Segment Start: Excerpted records

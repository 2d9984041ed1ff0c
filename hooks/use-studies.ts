import { useInfiniteQuery, useMutation, useQuery, useQueryClient } from '@tanstack/react-query';
import { endpoints } from '@/shared/contracts';
import { maximumPageSize } from '@/shared/contracts/common';
import type { Study, StudyDraft, StudyStatus, StudySummary } from '@/shared/contracts/studies';
import { call } from './api';
import { saveText } from './save-file';

const pageSize = 50;
/** Rows come in about as fast as this. */
const progressEveryMs = 600;

const listKey = (deskId: string) => ['studies', deskId] as const;
const studyKey = (deskId: string, studyId: string) => ['study', deskId, studyId] as const;

export const isComputing = (status: StudyStatus): boolean =>
  status === 'queued' || status === 'running';

export function useStudies(deskId: string, status: StudyStatus | null) {
  return useInfiniteQuery({
    queryKey: [...listKey(deskId), status],
    initialPageParam: undefined as string | undefined,
    queryFn: ({ pageParam, signal }) =>
      call(endpoints.listStudies, {
        params: { deskId },
        query: { cursor: pageParam, limit: pageSize, status: status ?? undefined },
        signal,
      }),
    getNextPageParam: (page) => page.nextCursor ?? undefined,
    select: ({ pages }) => pages.flatMap(({ items }) => items),
  });
}

type StudiedTerms = Pick<StudySummary, 'kind' | 'exercise' | 'strike' | 'expiryDate'> & {
  underlyingId: string;
};

const isOf = (terms: StudiedTerms) => (study: StudySummary) =>
  study.underlying.id === terms.underlyingId &&
  study.kind === terms.kind &&
  study.exercise === terms.exercise &&
  Number(study.strike) === Number(terms.strike) &&
  study.expiryDate === terms.expiryDate;

/** Studies of these terms that have come to an end, those signed off before others. */
export function useStudiesOfTerms(deskId: string, terms: StudiedTerms) {
  return useQuery({
    queryKey: [...listKey(deskId), 'of-terms', terms],
    queryFn: async ({ signal }) => {
      const pages = await Promise.all(
        (['signed-off', 'finished'] as const).map((status) =>
          call(endpoints.listStudies, {
            params: { deskId },
            query: { status, limit: maximumPageSize },
            signal,
          }),
        ),
      );
      return pages.flatMap(({ items }) => items).filter(isOf(terms));
    },
  });
}

/** Asks again and again while rows are still being computed. */
export function useStudy(deskId: string, studyId: string) {
  return useQuery({
    queryKey: studyKey(deskId, studyId),
    queryFn: ({ signal }) => call(endpoints.getStudy, { params: { deskId, studyId }, signal }),
    refetchInterval: ({ state }) =>
      state.data && isComputing(state.data.status) ? progressEveryMs : false,
  });
}

function useKeepStudy(deskId: string) {
  const client = useQueryClient();
  return (study: Study) => {
    client.setQueryData(studyKey(deskId, study.id), study);
    void client.invalidateQueries({ queryKey: listKey(deskId) });
  };
}

export function useStartStudy(deskId: string) {
  const keep = useKeepStudy(deskId);
  return useMutation({
    mutationFn: ({ idempotencyKey, body }: { idempotencyKey: string; body: StudyDraft }) =>
      call(endpoints.createStudy, { params: { deskId }, body, idempotencyKey }),
    onSuccess: keep,
  });
}

export type StudyAct =
  { kind: 'cancel' } | { kind: 'sign-off' | 'send-back'; version: number; comment: string };

function perform(deskId: string, studyId: string, act: StudyAct): Promise<Study> {
  const params = { deskId, studyId };
  if (act.kind === 'cancel') return call(endpoints.cancelStudy, { params });
  const { version, comment } = act;
  const endpoint = act.kind === 'sign-off' ? endpoints.signOffStudy : endpoints.sendBackStudy;
  return call(endpoint, { params, body: { version, comment } });
}

/** A refused act shows the study as it stands now. */
export function useStudyAct(deskId: string, studyId: string) {
  const client = useQueryClient();
  const keep = useKeepStudy(deskId);
  return useMutation({
    mutationFn: (act: StudyAct) => perform(deskId, studyId, act),
    onSuccess: keep,
    onError: () => void client.invalidateQueries({ queryKey: studyKey(deskId, studyId) }),
  });
}

export function useStudyFile(deskId: string, studyId: string) {
  return useMutation({
    mutationFn: () => call(endpoints.getStudyFile, { params: { deskId, studyId } }),
    onSuccess: ({ fileName, csv }) => saveText(fileName, csv, 'text/csv;charset=utf-8'),
  });
}
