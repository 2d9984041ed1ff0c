import { createPricingClient, type PricingClient } from './pricing-client';

let client: PricingClient | null = null;

/** The one pricing thread of this tab, started when it is first needed. */
export function pricingThread(): PricingClient {
  if (client) return client;
  const worker = new Worker(new URL('./pricing.worker.ts', import.meta.url));
  client = createPricingClient({
    postMessage: (message) => worker.postMessage(message),
    onReply: (listener) => worker.addEventListener('message', ({ data }) => listener(data)),
    onError: (listener) => worker.addEventListener('error', listener),
  });
  return client;
}
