import { useQuery } from "@tanstack/react-query";
import { useState } from "react";
import { View } from "react-native";
import { Heading } from "@/features/ui/Heading";
import { LiveText } from "@/features/ui/LiveText";
import { Notice } from "@/features/ui/Notice";
import { QueryState } from "@/features/ui/QueryState";
import { Screen } from "@/features/ui/Screen";
import { Text } from "@/features/ui/Text";
import { TextLink } from "@/features/ui/TextLink";
import { tunePath } from "@/features/ui/tunePath";
import { UnitChoice } from "@/features/ui/UnitChoice";
import { useLayout } from "@/features/ui/useLayout";
import { useUnits } from "@/features/ui/useUnits";
import type { Instrument } from "@/shared/instruments/instrument";
import { planRetune, type RetunePlan } from "@/shared/instruments/retunePlan";
import { glyphs } from "@/shared/music/pitch";
import { InstrumentSelect } from "../InstrumentSelect";
import { instrumentQueries } from "../instrumentQueries";
import { chosenInstrument, instrumentWords } from "../myInstruments";
import { HearStrings } from "../sound/HearStrings";
import { RetuneCards } from "./RetuneCards";
import { RetuneTable } from "./RetuneTable";
import { lowestShift, highestShift, totalWords, type Shifts } from "./retuneWords";
import { ShiftStepper } from "./ShiftStepper";

export interface RetuneScreenProps {
  /** the favourite where it is unknown or null */
  instrumentId: string | null;
  /** semitones to begin with, for all strings */
  shift: number;
}

/** What a retune does to every string, in which order to turn, and what to beware of. */
export function RetuneScreen({ instrumentId, shift }: RetuneScreenProps) {
  const query = useQuery(instrumentQueries.all());
  const [chosen, setChosen] = useState(instrumentId);
  const owned = query.data ?? [];
  const instrument = chosenInstrument(owned, chosen);
  return (
    <Screen
      title="Strings and retune"
      subtitle={instrumentWords(instrument)}
      crumb={{ label: "Instruments", href: "/instruments" }}
      wide
    >
      <QueryState query={query} title="Your instruments could not be opened">
        {() => (
          <View style={{ gap: 20 }}>
            <View style={{ maxWidth: 480, gap: 12 }}>
              <InstrumentSelect owned={owned} value={instrument.id} onChange={setChosen} />
              <UnitChoice />
            </View>
            <Retune key={instrument.id} instrument={instrument} first={whole(shift)} />
          </View>
        )}
      </QueryState>
    </Screen>
  );
}

const whole = (shift: number) => (Number.isInteger(shift) ? Math.max(lowestShift, Math.min(highestShift, shift)) : 0);

function Retune({ instrument, first }: { instrument: Instrument; first: number }) {
  const [units] = useUnits();
  const phone = useLayout() === "phone";
  const [shifts, setShifts] = useState<Shifts>(() => instrument.strings.map(() => first));
  const plan = planRetune(instrument, shifts);
  const all = shifts.every((each) => each === shifts[0]) ? shifts[0]! : null;
  const change = (index: number, to: number) => setShifts(shifts.map((each, k) => (k === index ? to : each)));
  const Rows = phone ? RetuneCards : RetuneTable;
  return (
    <View style={{ gap: 20 }}>
      <View style={{ gap: 4 }}>
        <Heading level={2}>All strings</Heading>
        <ShiftStepper
          name="all strings"
          value={all}
          onChange={(to) => setShifts(shifts.map(() => to))}
          testID="shift-all"
        />
      </View>
      <View style={{ gap: 8 }}>
        <Heading level={2}>Each string</Heading>
        <Rows plan={plan} units={units} onChange={change} />
        <LiveText variant="strong" testID="total-tension">
          {totalWords(plan.total, units)}
        </LiveText>
      </View>
      <Cautions plan={plan} />
      <Order plan={plan} />
      {plan.safe && all !== null && (
        <TextLink href={tunePath(instrument.id, all)} testID="to-tuner">
          Tune string by string, with the microphone
        </TextLink>
      )}
      <View style={{ gap: 8 }}>
        <Heading level={2}>Hear it retuned</Heading>
        <HearStrings strings={instrument.strings.map((string, k) => ({ ...string, note: plan.changes[k]!.to }))} />
      </View>
      <Text variant="tiny" tone="soft">
        Unit weights: D’Addario, string tension chart 13934. Strength of steel: ASTM A228, weakest wire. Slack floor,
        semitone limits and the order are common practice.
      </Text>
    </View>
  );
}

function Cautions({ plan }: { plan: RetunePlan }) {
  if (plan.cautions.length === 0) return null;
  return (
    <Notice
      kind={plan.safe ? "caution" : "error"}
      title={plan.safe ? "Take care" : "Too far for these strings"}
      testID="retune-cautions"
    >
      {plan.cautions.map((caution) => (
        <Text key={caution} variant="small">
          {caution}
        </Text>
      ))}
    </Notice>
  );
}

function Order({ plan: { steps, reasons, safe } }: { plan: RetunePlan }) {
  if (!safe) return null;
  return (
    <View style={{ gap: 8 }}>
      <Heading level={2}>Order to tune in</Heading>
      {steps.length === 0 && (
        <Text variant="small" tone="soft">
          Nothing to turn yet.
        </Text>
      )}
      <View role="list" style={{ gap: 4 }} testID="retune-order">
        {steps.map(({ string, from, to, direction }, k) => (
          <View key={string} role="listitem">
            <Text>{`${k + 1}. String ${string + 1}: ${glyphs(from)} ${direction} to ${glyphs(to)}`}</Text>
          </View>
        ))}
      </View>
      {reasons.map((reason) => (
        <Text key={reason} variant="small" tone="soft">
          {reason}
        </Text>
      ))}
    </View>
  );
}
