import { useQuery } from "@tanstack/react-query";
import { useState } from "react";
import { View } from "react-native";
import { http } from "@/features/api/httpClient";
import { useServerForm } from "@/features/api/useServerForm";
import { Choice } from "@/features/ui/Choice";
import { Form } from "@/features/ui/Form";
import { FormEnd } from "@/features/ui/form/FormEnd";
import { FormField } from "@/features/ui/form/FormField";
import { Heading } from "@/features/ui/Heading";
import { Notice } from "@/features/ui/Notice";
import { QueryState } from "@/features/ui/QueryState";
import { Select } from "@/features/ui/Select";
import { useLayout } from "@/features/ui/useLayout";
import type { Invite } from "@/shared/contract/studio/invite";
import type { Studio } from "@/shared/contract/studio/studio";
import { plural } from "@/shared/music/countWords";
import { studioQueries, useStudioRefresh } from "../studioQueries";
import { InviteRows } from "./InviteRows";
import { checkAddresses, readAddresses } from "./readAddresses";

type InvitedRole = Invite["role"];
const roles: { value: InvitedRole; label: string; hint: string }[] = [
  { value: "pupil", label: "As pupils", hint: "They get songs, and decide what you see of them." },
  {
    value: "co-teacher",
    label: "As teachers beside you",
    hint: "They see what you see, and may do almost all you may.",
  },
];

/** Invites many at once by e-mail, and shows who was invited and what became of it. */
export function InviteScreen({ studio, now }: { studio: Studio; now: Date }) {
  const wide = useLayout() === "wide";
  const query = useQuery(studioQueries.invites(studio.id));
  const column = wide ? ({ flexGrow: 1, flexBasis: 0, minWidth: 0, gap: 16 } as const) : ({ gap: 16 } as const);
  return (
    <View style={{ flexDirection: wide ? "row" : "column", gap: 32 }}>
      <View style={column}>
        <InviteForm studio={studio} />
      </View>
      <View style={column}>
        <Heading level={2}>Invited</Heading>
        <QueryState query={query} title="The invitations could not be listed">
          {(invites) => (
            <InviteRows studioId={studio.id} invites={invites} owner={studio.me.role === "owner"} now={now} />
          )}
        </QueryState>
      </View>
    </View>
  );
}

function InviteForm({ studio }: { studio: Studio }) {
  const refresh = useStudioRefresh();
  const groups = useQuery(studioQueries.groups(studio.id)).data ?? [];
  const [role, setRole] = useState<InvitedRole>("pupil");
  const [group, setGroup] = useState("");
  const [sent, setSent] = useState<number | null>(null);
  const { form, end, submit } = useServerForm({ emails: "" }, async ({ emails }) => {
    setSent(null);
    const asked = readAddresses(emails).emails;
    const groupId = role === "pupil" && group !== "" ? group : null;
    await http.post(`/studios/${studio.id}/invites`, { emails: asked, role, groupId });
    setSent(asked.length);
    form.reset({ emails: "" });
    await refresh();
  });
  return (
    <Form label="Invite by e-mail" onSubmit={submit}>
      <FormField
        form={form}
        name="emails"
        label="E-mail addresses"
        hint="One a line, or with commas between them. Each gets a link of their own, good once, for seven days."
        check={checkAddresses}
        multiline
        rows={5}
        inputMode="email"
        autoComplete="off"
        testID="invite-emails"
      />
      <Choice label="They join" options={roles} value={role} onChange={setRole} testID="invite-role" />
      {role === "pupil" && groups.length > 0 && (
        <Select
          label="Into a group"
          options={[{ value: "", label: "No group" }, ...groups.map(({ id, name }) => ({ value: id, label: name }))]}
          value={group}
          onChange={setGroup}
          testID="invite-group"
        />
      )}
      {sent !== null && (
        <Notice kind="good" title={`${plural(sent, "invitation")} on the way`} testID="invited">
          Whoever follows the link sees what you would see of them before they accept.
        </Notice>
      )}
      <FormEnd {...end} sendLabel="Send the invitations" busyLabel="Sending the invitations" testID="send-invites" />
    </Form>
  );
}
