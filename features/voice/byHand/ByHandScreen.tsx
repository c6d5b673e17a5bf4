import { useQuery } from "@tanstack/react-query";
import { View } from "react-native";
import { QueryState } from "@/features/ui/QueryState";
import { Screen } from "@/features/ui/Screen";
import { Text } from "@/features/ui/Text";
import { ByHandForm } from "./ByHandForm";
import { chooseVoice, useChosenVoiceId } from "../chosenVoice";
import { singingVoiceOf } from "@/shared/keys/singingVoiceOf";
import { pickVoice } from "../useSingingVoice";
import { letGoOfByHandDraft } from "./useByHandDraft";
import { newVoice, useSaveVoice, voiceQueries } from "../voiceQueries";
import { useState } from "react";

export interface ByHandScreenProps {
  /** whose notes; the chosen voice, or a new one where there is none */
  voiceId: string | undefined;
  onKept: () => void;
}

/** Setting the notes of a voice without singing. */
export function ByHandScreen({ voiceId, onKept }: ByHandScreenProps) {
  const voices = useQuery(voiceQueries.list());
  const takes = useQuery(voiceQueries.takes());
  const chosenId = useChosenVoiceId();
  const [fresh] = useState(() => newVoice("My voice"));
  const save = useSaveVoice();
  const both = {
    data: voices.data && takes.data && { voices: voices.data, takes: takes.data },
    isPending: voices.isPending || takes.isPending,
    error: voices.error ?? takes.error,
    refetch: () => Promise.all([voices.refetch(), takes.refetch()]),
  };
  return (
    <Screen title="Notes by hand" crumb={{ label: "Voice", href: "/voice" }} wide>
      <QueryState query={both} title="Your voices could not be opened">
        {(data) => {
          const voice = pickVoice(data.voices, voiceId, chosenId) ?? fresh;
          const place = voice === fresh ? "new" : voice.id;
          return (
            <View style={{ gap: 16, paddingTop: 8, maxWidth: 1040 }}>
              <Text tone="soft">
                {voice === fresh
                  ? "Give the lowest and the highest note that you can hold without pressing."
                  : `These notes are for ${voice.name}. Its takes stay as they are.`}
              </Text>
              <ByHandForm
                key={place}
                place={place}
                voice={singingVoiceOf(voice, data.takes)}
                busy={save.isPending}
                refusal={save.error ? `${save.error.message} What you entered is still here.` : null}
                onKeep={({ range, comfort }) =>
                  save.mutate(
                    { ...voice, byHand: { range, comfort } },
                    {
                      onSuccess: () => {
                        letGoOfByHandDraft(place);
                        chooseVoice(voice.id);
                        onKept();
                      },
                    },
                  )
                }
              />
            </View>
          );
        }}
      </QueryState>
    </Screen>
  );
}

Segment End: Excerpted records

- Exercise -
Set down exactly the lines from the start of the records to the line with "StudyDraft, StudyStatus, StudySummary". Include that line, and add nothing more.

- Finished exercise -
repository 2d9984041ed1ff0c
filename hooks/use-studies.ts
import { useInfiniteQuery, useMutation, useQuery, useQueryClient } from '@tanstack/react-query';
import { endpoints } from '@/shared/contracts';
import { maximumPageSize } from '@/shared/contracts/common';
import type { Study, StudyDraft, StudyStatus, StudySummary } from '@/shared/contracts/studies';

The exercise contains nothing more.